*Exercise details:*
Using the records below, filter for lines that contain the string "pipit" and copy them out.

*Data shown:*

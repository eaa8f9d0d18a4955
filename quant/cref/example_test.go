package cref_test

import (
	"fmt"
	"strings"

	"github.com/pipit-audio/pipit/features"
	"github.com/pipit-audio/pipit/quant/cref"
)

// Generate the C front end's tables for a model's front end, band
// statistics and input quantisation; the layout goes into the scheme.
func ExampleFrontEndCHeader() {
	cfg := features.DefaultConfig()
	st := &features.BandStats{Version: 1, Mean: make([]float64, cfg.Bands), Std: make([]float64, cfg.Bands)}
	for i := range st.Std {
		st.Mean[i], st.Std[i] = -40, 12
	}
	hdr, lay, err := cref.FrontEndCHeader(cref.FrontEnd{Config: cfg, Stats: st, InputScale: 0.03, InputZeroPoint: -5, Frames: 61, HopFrames: 31}, "yard")
	if err != nil {
		fmt.Println(err)
		return
	}
	for _, l := range strings.Split(hdr, "\n") {
		if strings.HasPrefix(l, "#define YARD_FE_RAM") || strings.HasPrefix(l, "#define YARD_FE_TABLE") {
			fmt.Println(l)
		}
	}
	fmt.Println(lay.StateType, lay.Cost.FeatureBytes)
	// Output:
	// #define YARD_FE_RAM_BYTES 5728
	// #define YARD_FE_TABLE_BYTES 6632
	// yard_fe_state_t 2440
}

*Exercise solution:*
	"github.com/pipit-audio/pipit/features"
	"github.com/pipit-audio/pipit/quant/cref"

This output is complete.